Yes. I thought it was one of the poorest walkthroughs I've seen, but I really like the instrument.


----------



## Scripter (Apr 17, 2022)

AceAudioHQ said:


> I don't own a single spitfire product and I don't intend to get any


Same train. Just sayin the best, most modern sample player ever created. Really is a joke to me... (Besides the actual content of the libs that are good.)


----------



## apollinaire (Apr 17, 2022)

Not to derail the Polaris topic (me, I don't need it since I am a synth guy and make everything bespoke). But in regards to their player, when under a tight deadline and I am using it heavily, I find myself allocating a certain amount time before work just for "repairing" their player (if needed) since it breaks so often. It's like my personal stress management...lol


----------



## twtyler (Apr 17, 2022)

apollinaire said:


> Not to derail the Polaris topic (me, I don't need it since I am a synth guy and make everything bespoke). But in regards to their player, when under a tight deadline and I am using it heavily, I find myself allocating a certain amount time before work just for "repairing" their player since it breaks so often. It's like my personal stress management...lol


Trying to decide whether to pick up Polaris, and this statement resonates with me a lot. Just had to repair Cinematic Soft Piano last night and got the dreaded "you don't have ay resets remaining" because it breaks so often and needs repairing. Super annoying, particularly on the weekend when support isn't available and I'm stuck not being able to use an instrument I paid for.

Still, Polaris sounds pretty good and seems useful. Just don't know if it's worth the cost, especially in light of other tools that do something similar (Bloom, etc) for less money.


----------



## SupremeFist (Apr 17, 2022)

Scripter said:


> Just sayin the best, most modern sample player ever created. Really is a joke to me...


Yeah it absolutely is not that and all the non-n00bs in the audience know it.


----------



## Henrik B. Jensen (Apr 17, 2022)

twtyler said:


> Trying to decide whether to pick up Polaris, and this statement resonates with me a lot. Just had to repair Cinematic Soft Piano last night and got the dreaded "you don't have ay resets remaining" because it breaks so often and needs repairing. Super annoying, particularly on the weekend when support isn't available and I'm stuck not being able to use an instrument I paid for.
> 
> Still, Polaris sounds pretty good and seems useful. Just don't know if it's worth the cost, especially in light of other tools that do something similar (Bloom, etc) for less money.
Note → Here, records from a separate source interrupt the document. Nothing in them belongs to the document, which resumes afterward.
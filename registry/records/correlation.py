"""A correlation: one form with coefficients, from one source."""

from __future__ import annotations

import dataclasses
from collections.abc import Callable, Iterable, Iterator, Mapping
from dataclasses import dataclass
from typing import ClassVar

from registry import cells
from registry.cells import choice, word
from registry.errors import BadQuantity, Problem
from registry.forms.catalogue import FORMS
from registry.numerals import parse_number
from registry.properties import PROPERTIES
from registry.quantities import UNITS, parse_temperature
from registry.records.record import (
    EVIDENCE_WORD,
    OBTAINED_WORD,
    SCALE,
    TEMPERATURE_UNIT,
    UNIT,
    Record,
    entry,
    phase_problems,
    scale_problems,
    uncertainty_problems,
    value_unit_problems,
)


@dataclass(frozen=True)
class Correlation(Record):
    """One form with coefficients for one compound and property, from one source."""

    kind: ClassVar[str] = "correlation"
    key: str = entry(cells.KEY)
    compound: str = entry(cells.KEY)
    property: str = entry(choice(*PROPERTIES))
    phase: str = entry(cells.PHASE)
    form: str = entry(word("the name of an equation form is allowed; `rangebook forms` lists them.", *FORMS))
    coefficients: Mapping[str, str] = dataclasses.field(default_factory=dict)
    temperature_unit: str = entry(TEMPERATURE_UNIT)
    value_unit: str = entry(UNIT)
    window_min: str = entry(cells.NUMBER)
    window_max: str = entry(cells.NUMBER)
    window_unit: str = entry(TEMPERATURE_UNIT)
    window_basis: str = entry(choice("printed", "assumed", "memory"))
    temperature_scale: str = entry(SCALE)
    evidence: str = entry(EVIDENCE_WORD)
    uncertainty: str = entry(cells.TEXT, required=False)
    source: str = entry(cells.KEY)
    locator: str = entry(cells.TEXT)
    obtained: str = entry(OBTAINED_WORD)
    note: str = entry(cells.LONG, required=False)
    metastable_below: str = entry(cells.TEXT, required=False)

    def _checks(self) -> tuple[Callable[[], Iterable[Problem]], ...]:
        return (
            self._form_problems,
            self._coefficient_problems,
            self._unit_problems,
            lambda: phase_problems(self.property, self.phase),
            lambda: value_unit_problems(self.value_unit, PROPERTIES[self.property].dimension),
            lambda: scale_problems(self.temperature_scale, "temperature_unit", self.temperature_unit),
            self._window_problems,
            lambda: uncertainty_problems(self.uncertainty, PROPERTIES[self.property].dimension),
            self._metastable_problems,
        )

    def _form_problems(self) -> Iterator[Problem]:
        form, prop = FORMS[self.form], PROPERTIES[self.property]
        if prop.name not in form.properties:
            yield Problem("form", self.form, f"the form is for {' and '.join(form.properties)}.")

    def _coefficient_problems(self) -> Iterator[Problem]:
        if why := FORMS[self.form].coefficients.complaint(self.coefficients):
            yield Problem("coefficients", "; ".join(f"{k}={v}" for k, v in self.coefficients.items()), why)

    def _unit_problems(self) -> Iterator[Problem]:
        form = FORMS[self.form]
        if form.absolute and self.temperature_unit not in ("K", "degR"):
            yield Problem("temperature_unit", self.temperature_unit, "the form counts from absolute zero: K or degR.")
        if form.value_unit and self.value_unit != form.value_unit:
            yield Problem("value_unit", self.value_unit, f"the form gives {form.value_unit}.")

    def _window_problems(self) -> Iterator[Problem]:
        low, high = self.window_kelvin()
        if not 0.0 < low < high:
            given = f"{self.window_min} to {self.window_max} {self.window_unit}"
            yield Problem("window_min", given, "the lower bound must lie above 0 K and below the upper bound.")

    def _metastable_problems(self) -> Iterator[Problem]:
        if self.metastable_below and (why := _temperature_complaint(self.metastable_below)):
            yield Problem("metastable_below", self.metastable_below, why)

    def ordered_coefficients(self) -> list[tuple[str, str]]:
        """Coefficients as printed, in the order in which the form takes them."""
        return [(name, self.coefficients[name]) for name in FORMS[self.form].coefficients.names(self.coefficients)]

    def window_kelvin(self) -> tuple[float, float]:
        """The printed window, K: each bound the double nearest to its exact value."""
        unit = UNITS[self.window_unit]
        return float(unit.to_si(parse_number(self.window_min))), float(unit.to_si(parse_number(self.window_max)))


def _temperature_complaint(text: str) -> str:
    try:
        parse_temperature(text)
    except BadQuantity as error:
        return error.allowed
    return ""
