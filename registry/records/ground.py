"""What correlations are held against: fixed points, printed values, datasets."""

from __future__ import annotations

import dataclasses
from collections.abc import Callable, Iterable, Iterator, Mapping
from dataclasses import dataclass
from functools import partial
from typing import Any, ClassVar, Self

from registry import cells
from registry.cells import choice
from registry.errors import Problem
from registry.numerals import parse_number
from registry.properties import PROPERTIES
from registry.quantities import UNITS, unit_names
from registry.records.record import (
    EVIDENCE_WORD,
    OBTAINED_WORD,
    SCALE,
    TEMPERATURE_UNIT,
    UNIT,
    Record,
    cell_problems,
    entry,
    phase_problems,
    scale_problems,
    temperature_problems,
    uncertainty_problems,
    value_unit_problems,
)
from registry.scales import SCALES

QUANTITIES = {
    "triple-point-temperature": "temperature", "triple-point-pressure": "pressure",
    "normal-boiling-temperature": "temperature", "normal-sublimation-temperature": "temperature",
    "critical-temperature": "temperature", "critical-pressure": "pressure",
    "lambda-point-temperature": "temperature", "lambda-point-pressure": "pressure",
    "acentric-factor": "number", "molar-mass": "molar-mass",
}  # fmt: skip


@dataclass(frozen=True)
class FixedPoint(Record):
    """A triple point, boiling point, critical point or acentric factor, with its own source."""

    kind: ClassVar[str] = "fixed-point"
    key: str = entry(cells.KEY)
    compound: str = entry(cells.KEY)
    quantity: str = entry(choice(*QUANTITIES))
    value: str = entry(cells.NUMBER)
    unit: str = entry(UNIT)
    temperature_scale: str = entry(SCALE, required=False)
    qualifier: str = entry(choice("defining", "rounded", "table-bound"), required=False)
    evidence: str = entry(EVIDENCE_WORD)
    uncertainty: str = entry(cells.TEXT, required=False)
    source: str = entry(cells.KEY)
    locator: str = entry(cells.TEXT)
    obtained: str = entry(OBTAINED_WORD)
    note: str = entry(cells.LONG, required=False)

    def _checks(self) -> tuple[Callable[[], Iterable[Problem]], ...]:
        return (
            self._value_problems,
            lambda: scale_problems(self.temperature_scale, "unit", self.unit),
            lambda: uncertainty_problems(self.uncertainty, QUANTITIES[self.quantity]),
        )

    def _value_problems(self) -> Iterator[Problem]:
        dimension = QUANTITIES[self.quantity]
        if UNITS[self.unit].dimension != dimension:
            yield Problem("unit", self.unit, f"{self.quantity} is in one of {', '.join(unit_names(dimension))}.")
        elif dimension != "number" and self.value_si() <= 0.0:
            yield Problem("value", self.value, f"a {self.quantity} is above zero.")

    def value_si(self) -> float:
        """The value in SI units (K on ITS-90, Pa, g/mol for a molar mass)."""
        value = float(UNITS[self.unit].to_si(parse_number(self.value)))
        if QUANTITIES[self.quantity] == "temperature" and self.temperature_scale:
            return SCALES[self.temperature_scale].to_its90(value)
        return value


@dataclass(frozen=True)
class PrintedValue(Record):
    """A value that a source prints for its own correlation: shows that it was copied right."""

    kind: ClassVar[str] = "printed-value"
    key: str = entry(cells.KEY)
    correlation: str = entry(cells.KEY)
    temperature: str = entry(cells.NUMBER)
    temperature_unit: str = entry(TEMPERATURE_UNIT)
    value: str = entry(cells.NUMBER)
    value_unit: str = entry(UNIT)
    locator: str = entry(cells.TEXT)
    obtained: str = entry(OBTAINED_WORD)
    note: str = entry(cells.LONG, required=False)

    def _checks(self) -> tuple[Callable[[], Iterable[Problem]], ...]:
        return (lambda: temperature_problems("temperature", self.temperature, self.temperature_unit),)


@dataclass(frozen=True)
class Point:
    """One point of a dataset, as printed, in the dataset's units."""

    temperature: str = entry(cells.NUMBER)
    value: str = entry(cells.NUMBER)
    temperature_uncertainty: str = entry(cells.NUMBER, required=False)
    value_uncertainty: str = entry(cells.NUMBER, required=False)
    note: str = entry(cells.LONG, required=False)


@dataclass(frozen=True)
class Dataset(Record):
    """Points from one source: measurements, or an independent table."""

    kind: ClassVar[str] = "dataset"
    key: str = entry(cells.KEY)
    compound: str = entry(cells.KEY)
    property: str = entry(choice(*PROPERTIES))
    phase: str = entry(cells.PHASE)
    temperature_unit: str = entry(TEMPERATURE_UNIT)
    value_unit: str = entry(UNIT)
    temperature_scale: str = entry(SCALE)
    evidence: str = entry(EVIDENCE_WORD)
    uncertainty: str = entry(cells.TEXT, required=False)
    source: str = entry(cells.KEY)
    locator: str = entry(cells.TEXT)
    obtained: str = entry(OBTAINED_WORD)
    note: str = entry(cells.LONG, required=False)
    points: tuple[Point, ...] = ()

    def _checks(self) -> tuple[Callable[[], Iterable[Problem]], ...]:
        of_points = (partial(self._point_problems, number, point) for number, point in enumerate(self.points))
        return (
            lambda: phase_problems(self.property, self.phase),
            lambda: value_unit_problems(self.value_unit, PROPERTIES[self.property].dimension),
            lambda: scale_problems(self.temperature_scale, "temperature_unit", self.temperature_unit),
            lambda: uncertainty_problems(self.uncertainty, PROPERTIES[self.property].dimension),
            self._emptiness_problems,
            *of_points,
        )

    def _emptiness_problems(self) -> Iterator[Problem]:
        if not self.points:
            yield Problem("key", self.key, "points.csv has no point of it; a dataset has at least one.")

    def _point_problems(self, number: int, point: Point) -> Iterator[Problem]:
        """Problems of one point; the field says which."""
        place = f"points.{number}."
        bad = list(cell_problems(point, place))
        if bad:
            yield from bad
            return
        yield from temperature_problems(f"{place}temperature", point.temperature, self.temperature_unit)
        prop, value = PROPERTIES[self.property], parse_number(point.value)
        if prop.positive and value <= 0:
            yield Problem(f"{place}value", point.value, f"a {self.property} is above zero.")
        elif value < 0 and not prop.signed:
            yield Problem(f"{place}value", point.value, f"{self.property} is not below zero.")
        for name in ("temperature_uncertainty", "value_uncertainty"):
            text = getattr(point, name)
            if text and parse_number(text) <= 0:
                yield Problem(place + name, text, "an uncertainty is above zero; leave it empty if none is stated.")

    def content(self) -> dict[str, Any]:
        rows = [{f.name: v for f in dataclasses.fields(p) if (v := getattr(p, f.name))} for p in self.points]
        return {**super().content(), "points": rows}

    @classmethod
    def restore(cls, key: str, content: Mapping[str, Any]) -> Self:
        record = super().restore(key, content)
        object.__setattr__(record, "points", tuple(Point(**row) for row in content["points"]))
        return record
I thought it was just me that didn’t know how to use the Spitfire player properly, since I also have to reset libraries. For me it’s when I copy over a library from an external harddrive I use for backup.


----------



## Henrik B. Jensen (Apr 17, 2022)

When a company’s sample player becomes an obstacle which might prevent people from buying products that use it, one should think the company would either fix it or make a different, better working copy protection system.


----------



## Alex Fraser (Apr 17, 2022)

Each to their own. Apart from a self inflicted issue with Labs, I’ve found the SF player to do the business without any fuss.

On Polaris: Listened to the walkthrough and thought: “Yes. Yes please.” Possibly because I’m of the same vintage as CH with similar sensibilities.

But as others have said, this is squarely in the “for myself” category. Not something I really need. So, Black Friday 2023 or ‘summit.


----------



## Stephen Baysted (Apr 17, 2022)

Haven’t had too much time to play with it yet as I’m mid project, but impressed so far with what I’ve heard.


----------



## Jeremy Spencer (Apr 17, 2022)

Henrik B. Jensen said:


> When a company’s sample player becomes an obstacle which might prevent people from buying products that use it, one should think the company would either fix it or make a different, better working copy protection system.


Hhmmm....apart from a couple of disappointing SF library purchases, I really like the SF Player, I don't recall ever having a single issue since first using it. Their no return/resale/demo policy is the obstacle for me.


----------



## PaxJupp (Apr 17, 2022)

It's funny a few years ago Spitfire used to be the "it" company for me, there weren't really any other developers (that I was aware of) doing the innovative things with samples that they were doing.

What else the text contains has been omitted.